**DATA SUPPLIED:**
..............................

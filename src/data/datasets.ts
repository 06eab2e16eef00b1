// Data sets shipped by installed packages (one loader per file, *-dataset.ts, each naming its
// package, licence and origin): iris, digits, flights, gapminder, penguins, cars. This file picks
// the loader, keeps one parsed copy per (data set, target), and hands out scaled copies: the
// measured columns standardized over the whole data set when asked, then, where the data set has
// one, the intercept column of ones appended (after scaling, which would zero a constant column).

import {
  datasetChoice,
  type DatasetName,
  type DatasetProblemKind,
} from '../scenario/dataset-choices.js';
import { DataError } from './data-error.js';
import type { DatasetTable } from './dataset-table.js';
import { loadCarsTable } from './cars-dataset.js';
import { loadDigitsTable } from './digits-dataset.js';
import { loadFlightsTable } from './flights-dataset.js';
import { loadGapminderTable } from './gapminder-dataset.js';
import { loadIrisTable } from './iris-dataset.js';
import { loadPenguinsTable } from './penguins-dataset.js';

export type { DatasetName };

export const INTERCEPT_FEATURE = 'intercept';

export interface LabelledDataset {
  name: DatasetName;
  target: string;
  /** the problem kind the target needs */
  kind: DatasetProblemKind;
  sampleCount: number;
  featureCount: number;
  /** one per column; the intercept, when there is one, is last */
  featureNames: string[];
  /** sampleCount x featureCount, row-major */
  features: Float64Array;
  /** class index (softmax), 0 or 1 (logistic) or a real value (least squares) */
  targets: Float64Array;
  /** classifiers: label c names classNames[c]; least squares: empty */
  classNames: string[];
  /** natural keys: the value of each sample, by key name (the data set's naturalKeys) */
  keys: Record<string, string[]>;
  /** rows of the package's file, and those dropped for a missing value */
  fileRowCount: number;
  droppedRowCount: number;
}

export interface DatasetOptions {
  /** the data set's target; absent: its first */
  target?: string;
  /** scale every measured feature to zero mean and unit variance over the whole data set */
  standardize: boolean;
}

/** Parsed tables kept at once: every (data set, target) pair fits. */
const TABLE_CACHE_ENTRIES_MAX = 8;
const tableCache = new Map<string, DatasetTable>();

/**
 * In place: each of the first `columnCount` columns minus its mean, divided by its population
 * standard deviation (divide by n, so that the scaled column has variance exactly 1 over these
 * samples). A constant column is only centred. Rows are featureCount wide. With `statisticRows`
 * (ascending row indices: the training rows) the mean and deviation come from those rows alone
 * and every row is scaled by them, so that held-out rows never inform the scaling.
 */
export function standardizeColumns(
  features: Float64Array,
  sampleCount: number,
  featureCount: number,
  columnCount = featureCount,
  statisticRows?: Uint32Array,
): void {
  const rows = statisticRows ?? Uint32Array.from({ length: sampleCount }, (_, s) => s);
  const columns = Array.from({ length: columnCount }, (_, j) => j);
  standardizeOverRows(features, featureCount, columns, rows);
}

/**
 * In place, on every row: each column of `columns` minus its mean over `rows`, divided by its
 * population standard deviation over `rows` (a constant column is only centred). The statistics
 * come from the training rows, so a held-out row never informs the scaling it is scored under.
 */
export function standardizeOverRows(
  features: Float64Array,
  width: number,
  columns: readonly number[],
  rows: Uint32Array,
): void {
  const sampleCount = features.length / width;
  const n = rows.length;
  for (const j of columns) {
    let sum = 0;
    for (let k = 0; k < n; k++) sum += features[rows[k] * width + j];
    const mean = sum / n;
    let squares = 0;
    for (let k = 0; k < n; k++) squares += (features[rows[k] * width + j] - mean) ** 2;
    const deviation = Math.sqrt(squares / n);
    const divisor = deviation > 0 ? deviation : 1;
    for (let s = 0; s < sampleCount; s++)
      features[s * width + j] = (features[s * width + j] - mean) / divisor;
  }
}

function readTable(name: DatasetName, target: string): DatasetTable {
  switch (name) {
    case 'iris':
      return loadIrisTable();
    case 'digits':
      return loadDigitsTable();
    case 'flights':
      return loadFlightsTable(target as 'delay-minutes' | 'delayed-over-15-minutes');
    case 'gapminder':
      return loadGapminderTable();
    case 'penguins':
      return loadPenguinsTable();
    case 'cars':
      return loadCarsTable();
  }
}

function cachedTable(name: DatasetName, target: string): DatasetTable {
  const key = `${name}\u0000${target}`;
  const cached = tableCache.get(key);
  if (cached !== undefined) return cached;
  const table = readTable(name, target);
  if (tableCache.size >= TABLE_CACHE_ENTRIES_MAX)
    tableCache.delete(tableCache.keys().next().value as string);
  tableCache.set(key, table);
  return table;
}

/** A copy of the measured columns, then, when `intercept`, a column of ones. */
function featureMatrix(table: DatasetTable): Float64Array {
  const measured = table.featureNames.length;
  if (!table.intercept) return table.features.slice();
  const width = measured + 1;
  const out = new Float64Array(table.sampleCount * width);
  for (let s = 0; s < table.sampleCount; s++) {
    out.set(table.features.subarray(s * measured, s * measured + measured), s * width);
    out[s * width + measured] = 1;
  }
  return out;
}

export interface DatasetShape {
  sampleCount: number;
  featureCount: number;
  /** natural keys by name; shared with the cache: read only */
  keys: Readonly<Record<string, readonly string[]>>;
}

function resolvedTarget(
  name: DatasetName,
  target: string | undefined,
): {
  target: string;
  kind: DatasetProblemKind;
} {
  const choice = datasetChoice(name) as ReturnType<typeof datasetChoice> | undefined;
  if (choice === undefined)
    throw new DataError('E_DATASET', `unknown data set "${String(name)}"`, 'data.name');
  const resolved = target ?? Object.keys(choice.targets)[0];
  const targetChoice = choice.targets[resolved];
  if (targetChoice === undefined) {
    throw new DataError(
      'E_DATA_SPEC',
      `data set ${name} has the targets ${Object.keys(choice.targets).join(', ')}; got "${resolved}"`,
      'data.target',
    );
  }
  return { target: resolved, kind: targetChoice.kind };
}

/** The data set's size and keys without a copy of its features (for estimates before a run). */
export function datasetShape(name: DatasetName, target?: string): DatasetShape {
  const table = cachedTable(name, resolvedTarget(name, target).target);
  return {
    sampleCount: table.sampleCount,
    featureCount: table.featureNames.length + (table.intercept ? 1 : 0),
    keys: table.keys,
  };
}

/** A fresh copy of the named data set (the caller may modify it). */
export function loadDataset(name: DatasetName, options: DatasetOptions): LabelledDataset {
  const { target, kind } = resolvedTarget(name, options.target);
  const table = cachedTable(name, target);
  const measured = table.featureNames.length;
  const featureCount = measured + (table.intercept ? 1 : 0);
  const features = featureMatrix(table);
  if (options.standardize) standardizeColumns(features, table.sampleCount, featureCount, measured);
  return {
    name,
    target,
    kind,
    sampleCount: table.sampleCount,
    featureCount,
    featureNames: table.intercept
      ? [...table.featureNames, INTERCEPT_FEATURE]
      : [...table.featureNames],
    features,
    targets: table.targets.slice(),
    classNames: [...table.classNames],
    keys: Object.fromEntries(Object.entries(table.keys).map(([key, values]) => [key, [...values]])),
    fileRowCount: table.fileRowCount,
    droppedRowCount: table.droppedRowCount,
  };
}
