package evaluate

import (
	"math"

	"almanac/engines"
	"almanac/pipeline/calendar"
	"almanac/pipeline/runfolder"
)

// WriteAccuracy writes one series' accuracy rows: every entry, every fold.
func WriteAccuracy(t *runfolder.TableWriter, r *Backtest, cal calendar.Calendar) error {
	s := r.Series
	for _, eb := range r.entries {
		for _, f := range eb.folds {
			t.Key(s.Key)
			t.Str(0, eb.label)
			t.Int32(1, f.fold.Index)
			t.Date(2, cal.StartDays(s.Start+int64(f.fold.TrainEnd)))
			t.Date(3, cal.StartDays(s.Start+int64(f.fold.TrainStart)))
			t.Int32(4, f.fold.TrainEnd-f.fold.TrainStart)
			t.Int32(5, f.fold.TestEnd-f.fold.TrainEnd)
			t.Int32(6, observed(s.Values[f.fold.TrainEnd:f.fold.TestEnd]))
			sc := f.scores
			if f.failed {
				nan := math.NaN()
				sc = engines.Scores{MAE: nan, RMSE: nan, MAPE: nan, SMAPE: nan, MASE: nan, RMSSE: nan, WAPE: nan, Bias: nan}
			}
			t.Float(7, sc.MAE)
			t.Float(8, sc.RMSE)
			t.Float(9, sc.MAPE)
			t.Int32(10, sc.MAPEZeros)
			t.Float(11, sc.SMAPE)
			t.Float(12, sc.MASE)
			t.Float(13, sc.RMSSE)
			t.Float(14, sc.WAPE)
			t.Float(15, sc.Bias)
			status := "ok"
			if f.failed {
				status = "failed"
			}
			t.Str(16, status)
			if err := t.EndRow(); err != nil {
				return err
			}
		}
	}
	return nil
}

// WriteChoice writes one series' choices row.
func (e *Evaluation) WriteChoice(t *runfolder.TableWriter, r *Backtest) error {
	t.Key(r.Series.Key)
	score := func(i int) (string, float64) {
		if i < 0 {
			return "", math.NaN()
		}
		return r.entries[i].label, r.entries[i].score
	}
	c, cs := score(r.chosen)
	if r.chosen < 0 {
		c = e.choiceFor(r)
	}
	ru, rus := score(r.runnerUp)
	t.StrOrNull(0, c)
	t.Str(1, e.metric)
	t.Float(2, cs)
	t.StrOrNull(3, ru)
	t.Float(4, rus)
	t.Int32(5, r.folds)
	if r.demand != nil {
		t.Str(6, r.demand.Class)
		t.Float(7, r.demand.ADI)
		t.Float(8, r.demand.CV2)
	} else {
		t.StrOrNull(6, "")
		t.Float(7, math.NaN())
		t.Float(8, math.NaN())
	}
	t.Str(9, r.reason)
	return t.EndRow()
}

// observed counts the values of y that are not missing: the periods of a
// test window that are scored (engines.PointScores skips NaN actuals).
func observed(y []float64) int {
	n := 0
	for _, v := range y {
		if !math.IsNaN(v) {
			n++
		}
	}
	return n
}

..............................

Would you restate, word for word, every line of the listing from its first line through the line with "scaled copies: the"?

**YOUR SOLUTION:**
filename src/data/datasets.ts
repository 06eab2e16eef00b1
// Data sets shipped by installed packages (one loader per file, *-dataset.ts, each naming its
// package, licence and origin): iris, digits, flights, gapminder, penguins, cars. This file picks
// the loader, keeps one parsed copy per (data set, target), and hands out scaled copies: the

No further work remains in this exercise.